Begbie: More Than a Cartoon Psychopath
In the movies, Francis Begbie is a terrifying force of nature. In the books? He’s even worse, but also more complex.
Welsh uses Begbie to explore a specific type of Scottish masculinity—one built on repressed trauma and performative violence. In The Blade Artist, we see a man trying to suppress the monster inside him through art. It’s a fascinating look at whether people can actually change or if we’re just hard-wired by our environment.
Most people think Begbie is just "the crazy one." Welsh shows us he's the product of a very specific, very broken social structure. He’s the shadow that follows the other three, the physical manifestation of the consequences they can’t run away from.
Tips for Your First Read
If you’re diving into this world for the first time, don't start with the sequels.
- Start with the original Trainspotting. It’s the heart of everything.
- Read it out loud.
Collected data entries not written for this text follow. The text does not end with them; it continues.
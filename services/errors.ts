import type { FastifyError, FastifyReply, FastifyRequest } from 'fastify';
import { hasZodFastifySchemaValidationErrors } from 'fastify-type-provider-zod';
import { ScienceError, type ScienceErrorCode } from '../src/errors.js';
import { NonFiniteLiteral, RawBody } from './raw-body.js';
import { acceptedBodiesAdvice, CSV_TYPES, JCAMP_TYPES } from './text-bodies.js';
import { NonFiniteResult } from './usecases/finite.js';

/**
 * One place that turns every failure into RFC 9457 problem details. Science errors map by their stable code;
 * fastify's own errors (bad JSON, media type, size, prototype poisoning) keep their 4xx status; anything else is a
 * 500 whose message is never shown.
 */

export interface Problem {
  type: string;
  title: string;
  status: number;
  detail: string;
  instance?: string;
  code: string;
  errors?: { path: string; message: string }[];
  [extension: string]: unknown;
}

const SCIENCE_STATUS: Record<ScienceErrorCode, { status: number; title: string }> = {
  SPECIES_INVALID: { status: 422, title: 'Species string not understood' },
  SPECIES_UNKNOWN_ELEMENT: { status: 422, title: 'Unknown element' },
  SPECIES_UNKNOWN_ISOTOPE: { status: 422, title: 'Unknown isotope' },
  SPECIES_NOT_DIATOMIC: { status: 422, title: 'Only diatomic species are supported' },
  SPECIES_NOT_IN_LIBRARY: { status: 404, title: 'Species not in the reference library' },
  SPECIES_UNIDENTIFIED: { status: 422, title: 'Species could not be identified' },
  ASSIGNMENT_INVALID: { status: 422, title: 'Impossible assignment' },
  UNIT_INVALID: { status: 400, title: 'Unknown unit' },
  FIT_TOO_FEW_LINES: { status: 422, title: 'Too few lines for the parameters' },
  FIT_RANK_DEFICIENT: { status: 422, title: 'Parameters not determined by the data' },
  FIT_NO_ASSIGNED_LINES: { status: 422, title: 'No assigned lines' },
  NUMBERING_AMBIGUOUS: { status: 422, title: 'Band numbering ambiguous' },
  INPUT_INVALID: { status: 422, title: 'Invalid input value' },
  POTENTIAL_UNDETERMINED: { status: 422, title: 'Constants do not determine a potential' },
  POTENTIAL_LEVELS_NOT_INCREASING: { status: 422, title: 'Vibrational energies stop increasing below vMax' },
  POTENTIAL_CONSTANTS_INVALID: { status: 422, title: 'Constants give no turning points' },
  POTENTIAL_EXTRAPOLATION_TOO_FAR: { status: 422, title: 'vMax far beyond the levels the data reached' },
};

/** Problem type URI of a code: a page on this service describing it. */
export const problemType = (code: string): string => `/problems/${code.toLowerCase().replaceAll('_', '-')}`;

export function scienceProblem(e: ScienceError, instance?: string): Problem {
  const m = SCIENCE_STATUS[e.code];
  return {
    ...e.details,
    type: problemType(e.code),
    title: m.title,
    status: m.status,
    detail: e.message,
    ...(instance ? { instance } : {}),
    code: e.code,
  };
}

export function nonFiniteProblem(e: NonFiniteResult, instance?: string): Problem {
  return {
    type: problemType('RESULT_NOT_FINITE'),
    title: 'A computed quantity is not finite',
    status: 422,
    detail: e.message,
    ...(instance ? { instance } : {}),
    code: 'RESULT_NOT_FINITE',
    quantity: e.quantity,
  };
}

const FASTIFY_CODES: Record<string, { status: number; code: string; title: string }> = {
  FST_ERR_CTP_INVALID_MEDIA_TYPE: { status: 415, code: 'UNSUPPORTED_MEDIA_TYPE', title: 'Unsupported media type' },
  FST_ERR_CTP_BODY_TOO_LARGE: { status: 413, code: 'BODY_TOO_LARGE', title: 'Request body too large' },
  FST_ERR_CTP_EMPTY_JSON_BODY: { status: 400, code: 'BODY_EMPTY', title: 'Empty JSON body' },
  FST_ERR_CTP_INVALID_CONTENT_LENGTH: { status: 400, code: 'BAD_CONTENT_LENGTH', title: 'Invalid content length' },
  FST_ERR_CTP_INVALID_JSON_BODY: { status: 400, code: 'INVALID_JSON', title: 'Body is not valid JSON' },
  FST_ERR_CTP_INVALID_TYPE: { status: 415, code: 'UNSUPPORTED_MEDIA_TYPE', title: 'Unsupported media type' },
  FST_ERR_CTP_INVALID_HEADER: { status: 400, code: 'BAD_REQUEST', title: 'Bad request' },
};

/** Client errors other than 400 that fastify or its plugins raise with a status only. */
const OTHER_CLIENT_ERRORS: Record<number, { code: string; title: string }> = {
  403: { code: 'FORBIDDEN', title: 'Forbidden' },
  404: { code: 'NOT_FOUND', title: 'Not found' },
  405: { code: 'METHOD_NOT_ALLOWED', title: 'Method not allowed' },
  406: { code: 'NOT_ACCEPTABLE', title: 'Not acceptable' },
  411: { code: 'LENGTH_REQUIRED', title: 'Length required' },
  413: { code: 'BODY_TOO_LARGE', title: 'Request body too large' },
  414: { code: 'URI_TOO_LONG', title: 'URI too long' },
  415: { code: 'UNSUPPORTED_MEDIA_TYPE', title: 'Unsupported media type' },
  431: { code: 'HEADERS_TOO_LARGE', title: 'Request Header Fields Too Large' },
};

/**
 * A problem raised by the service itself (rate limit, shedding, admission, deadlines): it travels as an error and
 * is sent as it is.
 */
export class HttpProblem extends Error {
  readonly problem: Problem;
  readonly statusCode: number;
  readonly headers: Readonly<Record<string, string>>;
  constructor(
    code: string,
    status: number,
    title: string,
    detail: string,
    headers: Record<string, string> = {},
    extensions: Record<string, unknown> = {},
  ) {
    super(detail);
    this.problem = { ...extensions, type: problemType(code), title, status, detail, code };
    this.statusCode = status;
    this.headers = headers;
  }
}

/**
 * A 413's detail with the limit that applies: the route's own (`bodyLimit`: SMALL_BODY_LIMIT on /v1/predictions and
 * /graphql, BODY_LIMIT on the work routes), in bytes and by the name of its setting.
 */
function bodyLimitDetail(request: FastifyRequest): string {
  const limit = request.routeOptions?.bodyLimit;
  if (limit === undefined) return 'Request body is too large';
  const mib = limit / (1024 * 1024);
  const shown = mib >= 1 ? `${Number.isInteger(mib) ? mib : mib.toFixed(1)} MiB` : `${limit} bytes`;
  const url = request.routeOptions?.url ?? '';
  const setting = url === '/v1/predictions' || url === '/graphql' ? 'SMALL_BODY_LIMIT' : 'BODY_LIMIT';
  return `the body is larger than ${url || 'this route'} takes: ${shown} (${limit} bytes, ${setting}); send fewer lines or points, or split the list`;
}

/** Longest error detail sent back; details may quote the input, which must not be echoed at length. */
export const MAX_DETAIL_CHARS = 300;
export const truncate = (s: string, max = MAX_DETAIL_CHARS): string =>
  s.length <= max ? s : `${s.slice(0, max - 1)}…`;

/** Request path without the query string, shortened: a problem's `instance`. */
export const instanceOf = (request: FastifyRequest): string => truncate(request.url.split('?')[0] ?? '', 200);

const JSON_UNIT_ADVICE = 'send "unit": "um"';

/**
 * The assignment's hint that positions read like wavelengths in µm ends with the remedy for a JSON line list
 * (`"unit": "um"`); a JSON spectrum, a CSV and a JCAMP-DX body say their unit elsewhere, so the remedy is the one
 * for the body that was sent.
 */
function withUnitAdvice(e: ScienceError, request: FastifyRequest): ScienceError {
  if (e.details.suggestedUnit !== 'um' || !e.message.endsWith(JSON_UNIT_ADVICE)) return e;
  const type =
    String(request.headers['content-type'] ?? '')
      .split(';')[0]
      ?.trim()
      .toLowerCase() ?? '';
  const body = request.body;
  const spectrum =
    body instanceof RawBody ? body.namesSpectrum : typeof body === 'object' && body !== null && 'spectrum' in body;
  const advice = (CSV_TYPES as readonly string[]).includes(type)
    ? `name the unit in the CSV header (${spectrum ? '"wavelength (um),absorbance"' : '"position (um)"'}) or send ?unit=um`
    : (JCAMP_TYPES as readonly string[]).includes(type)
      ? "the file's ##XUNITS should say MICROMETERS"
      : spectrum
        ? 'send "spectrum": {"xUnit": "um", …}'
        : JSON_UNIT_ADVICE;
  return new ScienceError(e.code, `${e.message.slice(0, -JSON_UNIT_ADVICE.length)}${advice}`, { ...e.details });
}

export function toProblem(error: unknown, request: FastifyRequest): Problem {
  const p = toProblemUntruncated(error, request);
  return {
    ...p,
    detail: truncate(p.detail),
    ...(p.errors
      ? { errors: p.errors.slice(0, 50).map((e) => ({ path: truncate(e.path, 100), message: truncate(e.message) })) }
      : {}),
  };
}

/** The 400 of one bad value: what a schema violation gets, naming where the value stands. */
function badValue(path: string, message: string, instance: string): Problem {
  return {
    type: problemType('VALIDATION_FAILED'),
    title: 'Request does not match the schema',
    status: 400,
    detail: `${path}: ${message}`,
    instance,
    code: 'VALIDATION_FAILED',
    errors: [{ path, message }],
  };
}

function toProblemUntruncated(error: unknown, request: FastifyRequest): Problem {
  const instance = instanceOf(request);
  if (error instanceof HttpProblem) return { ...error.problem, instance };
  if (error instanceof NonFiniteLiteral) return badValue(error.field, error.reason, instance);
  // A CSV cell that is not a number where the column wants one is the same kind of bad value as a JSON field (it
  // was a 422 where the JSON body's NaN or 1e400 was a 400); the file's structure (field counts, decimal commas)
  // stays a 422 INPUT_INVALID.
  if (
    error instanceof ScienceError &&
    error.code === 'INPUT_INVALID' &&
    typeof error.details.column === 'string' &&
    typeof error.details.line === 'number'
  )
    return badValue(
      `(${typeof error.details.file === 'string' ? error.details.file : 'CSV'} line ${error.details.line}) ${error.details.column}`,
      `${error.message}: expected a finite number, e.g. 2143.27`,
      instance,
    );
  if (error instanceof ScienceError) return scienceProblem(withUnitAdvice(error, request), instance);
  if (error instanceof NonFiniteResult) return nonFiniteProblem(error, instance);
  if (hasZodFastifySchemaValidationErrors(error)) {
    // A query-string parameter is named as such: `(body)` sent readers of a CSV upload looking in the file.
    const where = (error as { validationContext?: string }).validationContext === 'querystring' ? 'query' : 'body';
    const errors = error.validation.map((v) => ({
      path:
        where === 'query'
          ? `(query string)${v.instancePath ? ` ${v.instancePath.replace(/^\//, '')}` : ''}`
          : (v.instancePath || '/').replace(/^\//, '') || '(body)',
      message: v.message ?? 'invalid',
    }));
    return {
      type: problemType('VALIDATION_FAILED'),
      title: 'Request does not match the schema',
      status: 400,
      detail: errors
        .slice(0, 5)
        .map((e) => `${e.path}: ${e.message}`)
        .join('; '),
      instance,
      code: 'VALIDATION_FAILED',
      errors,
    };
  }
  const fe = error as Partial<FastifyError> & { status?: number };
  const known = fe.code ? FASTIFY_CODES[fe.code] : undefined;
  if (known) {
    const mediaType = fe.code === 'FST_ERR_CTP_INVALID_MEDIA_TYPE';
    return {
      type: problemType(known.code),
      title: known.title,
      status: known.status,
      detail: mediaType
        ? acceptedBodiesAdvice(request.routeOptions?.url, request.headers['content-type'])
        : fe.code === 'FST_ERR_CTP_BODY_TOO_LARGE'
          ? bodyLimitDetail(request)
          : (fe.message ?? known.title),
      instance,
      code: known.code,
    };
  }
  const status = fe.statusCode ?? fe.status;
  if (error instanceof SyntaxError || (typeof status === 'number' && status >= 400 && status < 500)) {
    const s = typeof status === 'number' && status >= 400 && status < 500 ? status : 400;
    const message = fe.message ?? 'bad request';
    // Type, title and code say the status: a 403 (a static path outside the docs) or 414 (a path parameter over its
    // length) was typed /problems/bad-request, titled "Bad request".
    const named = OTHER_CLIENT_ERRORS[s];
    if (named && !/prototype|constructor/i.test(message))
      return {
        type: problemType(named.code),
        title: named.title,
        status: s,
        detail: message,
        instance,
        code: named.code,
      };
    return {
      type: problemType('BAD_REQUEST'),
      title: 'Bad request',
      status: s,
      detail: message,
      instance,
      code: /prototype|constructor/i.test(message) ? 'FORBIDDEN_PROPERTY' : 'BAD_REQUEST',
    };
  }
  return {
    type: problemType('INTERNAL'),
    title: 'Internal error',
    status: 500,
    detail: 'the service failed to handle this request; it has been logged',
    instance,
    code: 'INTERNAL',
  };
}

export function sendProblem(reply: FastifyReply, p: Problem): FastifyReply {
  return reply.status(p.status).type('application/problem+json').send(p);
}

/** A problem answer of the service's own (401, 404, 405, 429, 503 …). */
export function problem(code: string, status: number, title: string, detail: string, request: FastifyRequest): Problem {
  return { type: problemType(code), title, status, detail: truncate(detail), instance: instanceOf(request), code };
}

/** The 415 answer, sent before the body is read: `detail` says what the route takes instead. */
export function sendUnsupportedMediaType(reply: FastifyReply, detail: string, request: FastifyRequest): FastifyReply {
  return sendProblem(reply, problem('UNSUPPORTED_MEDIA_TYPE', 415, 'Unsupported media type', detail, request));
}

/** Human-readable descriptions behind each problem type URI. */
export const PROBLEM_DESCRIPTIONS: Record<string, string> = {
  'validation-failed': 'The body does not match the request schema; `errors` lists each offending path.',
  'invalid-json': 'The body is not valid JSON.',
  'forbidden-property': 'The body holds a "__proto__" or "constructor.prototype" key (prototype poisoning), refused.',
  'unsupported-media-type': 'The Content-Type is not one this endpoint accepts.',
  'body-too-large':
    "The body exceeds the route's limit: SMALL_BODY_LIMIT (1 MiB by default) on /v1/predictions and /graphql, BODY_LIMIT (32 MiB) on the other routes; the detail names the one that applies.",
  'bad-request': 'The request is malformed.',
  forbidden: 'The path is outside what the service serves (e.g. a static path leaving its folder).',
  'not-acceptable': 'None of the media types the Accept header asks for can be produced.',
  'length-required': 'The request needs a Content-Length.',
  'headers-too-large': "The request line and headers together exceed the server's limit.",
  'uri-too-long': 'A path parameter is longer than the router accepts; the route documents the limit.',
  'not-found': 'No such route.',
  'expectation-failed':
    'The request carries an Expect header other than 100-continue, which the service does not meet.',
  'method-not-allowed': 'The route exists, but not with this method; the Allow header lists the methods it takes.',
  unauthorized: 'The route needs an API key: send "Authorization: Bearer <key>".',
  'rate-limited': 'Too many requests from this client (API key, or address without a key) in the time window.',
  overloaded: 'The service is shedding load (event-loop delay, memory or a full work queue); retry after Retry-After.',
  'deadline-exceeded': 'The work took longer than the processing deadline (PROCESSING_DEADLINE_MS) and was stopped.',
  'request-timeout': 'The request was not received completely within the time allowed.',
  'result-not-finite':
    'The input is accepted, but a computed quantity came out infinite or undefined; the problem names it.',
  'graphql-refused': 'The GraphQL request is refused before it runs (batching, size, aliases or cost).',
  internal: 'An unexpected failure on the server side.',
  ...Object.fromEntries(
    Object.entries(SCIENCE_STATUS).map(([code, m]) => [code.toLowerCase().replaceAll('_', '-'), m.title]),
  ),
};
If a sentence doesn't make sense, say it at a normal speaking pace. The sounds will tell you what the words mean.
- Check the Glossary. Most editions have a glossary in the back for the slang. Use it.
- Watch the chronology. You don't have to read Skagboys first. In fact, reading it after the original makes the tragedy of their downfall feel more earned.
What’s Next?
The "Leithverse" is bigger than just these characters. If you finish the Irvine Welsh Trainspotting books and want more, you should check out Glue. It’s a standalone novel, but characters from the Trainspotting world pop up in the background. It’s like the Marvel Cinematic Universe, but with more swearing and less spandex.
Welsh is still writing. He’s still angry. And as long as there’s a wealth gap and a sense of social displacement, these books are going to stay relevant. They aren't just "drug books." They’re historical documents of a lost generation.
Your next move: Pick up a physical copy of Trainspotting—the dialect is much easier to parse on paper than on an e-reader—and commit to the first fifty pages without stopping. Once you find the rhythm, you won't be able to put it down.